まあ、ソウル大学とは大東亜戦争後の1946年に膨大な蔵書とりっぱな建物とともに突然できた新設大学であるという歴史を持っているそうで、あの我が国6番目の帝国大学として1924年に作られたはずの京城帝国大学は、1945年の敗戦とともに消え失せてしまったという朝鮮の人たちにとっては当たり前の事であり、なんら不思議な事ではないのでしょう。
ちなみに、台湾大学の設立母体は1928年に作られた台北帝国大学とちゃんと大学のホームページに創立の経過が書いてあるそうです。

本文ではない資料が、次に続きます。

"""The HDF5 checkpoint of the ensemble runner: seeds, layout, step writes and room on disk.

The file keeps emcee's layout (one group per ensemble, ``ensemble0`` ..., read by
:class:`emcee.backends.HDFBackend`) plus polkit's attributes (parameter names and units,
walkers, the root seed, the run plan's progress).  polkit's backend holds the file open
during a stretch of steps, keeps the steps of the last second in memory and writes them
in one batch through HDF5's low-level calls into chunks that hold every walker of a run of
steps, then flushes the file: at most once every :data:`FLUSH_SECONDS`, and always at the
end of a stretch (before every gate check), when sampling stops on request, on an
interrupt or an error.  The random state and the iteration count written with a batch are
those after its last step, so a run killed between flushes (losing at most the last second
of steps) resumes from the last flushed step to the chain an uninterrupted run gives.

Room on disk: before each stretch of steps, and again before each stored step, the
free space and the file-size limit are checked against what the checkpoint will need
(whole HDF5 chunks plus a margin, see :func:`polkit.files.check_room`).  When it does not
fit, the run stops with one :class:`OSError` naming the checkpoint and the fix before
h5py is asked to write; the stored steps stay readable and ``resume=True`` continues
them.  Only a disk that fills up within a single step (another program writing) meets
h5py's own failure: it is reported the same way, but HDF5 may leave the checkpoint
unreadable and the interpreter may crash on exit.
"""

from __future__ import annotations

import contextlib
import errno
import json
import logging
import math
import os
from dataclasses import dataclass
from pathlib import Path

import numpy as np

from polkit.errors import ConfigError, PolkitError
from polkit.files import check_room, write_error
from polkit.inference.checkpoint_backend import FLUSH_SECONDS, make_backend, step_chunks
from polkit.inference.identity import IDENTITY_ATTR, compare_identity, fit_identity

__all__ = ["Checkpoint", "ChunkRows", "FLUSH_SECONDS", "root_seed", "entropy_int",
           "prepare_checkpoint", "start_stored"]

log = logging.getLogger(__name__)

_CHECKPOINT_FORMAT = 1
#: room kept beyond the chain data of a stretch of steps: HDF5 object headers, chunk-index
#: nodes and attributes (the random state is rewritten at every step)
_CHECKPOINT_METADATA_BYTES = 64 * 1024
#: and this fraction of the stretch's own bytes
_CHECKPOINT_MARGIN = 0.1
#: errno values that mean "no room" (full disk, quota, file-size limit)
_NO_ROOM = {errno.ENOSPC, errno.EFBIG, getattr(errno, "EDQUOT", errno.ENOSPC)}
#: the group holding each ensemble's starting positions, stored before its first step
_START_GROUP = "polkit_start"
#: the attribute of an ensemble's group holding the step at which its own gate was settled
_GATE_STEPS = "polkit_gate_steps"

#: what to do when the checkpoint has no room left (the preflight checks stop before writing)
ROOM_FIX = (
    "make room (free disk space, or raise the file-size limit), then continue the run with "
    "resume=True (--resume on the command line); the steps stored so far are kept"
)
#: what to do when a write failed half-way (the disk filled up during a step)
_FAILED_WRITE_NOTE = (
    "the disk filled up while a step was being written, so the last step may not have "
    "been stored; once there is room, continue the run with resume=True (--resume on the "
    "command line); if this run's checkpoint can no longer be read, remove it and start afresh"
)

 この金容雲氏というひとの著書も先の柳在順氏の著書と同じく突っ込み所満載ですので、後日にネタとして書かせていただきます。

土地調査事業

李朝時代の土地制度

米の収奪のウソ

朝鮮の餓死者と強盗数の変化

我が国の朝鮮統治と小作農家

南朝鮮の土地測量事業とウソ

朝鮮における土地政策(農地改良)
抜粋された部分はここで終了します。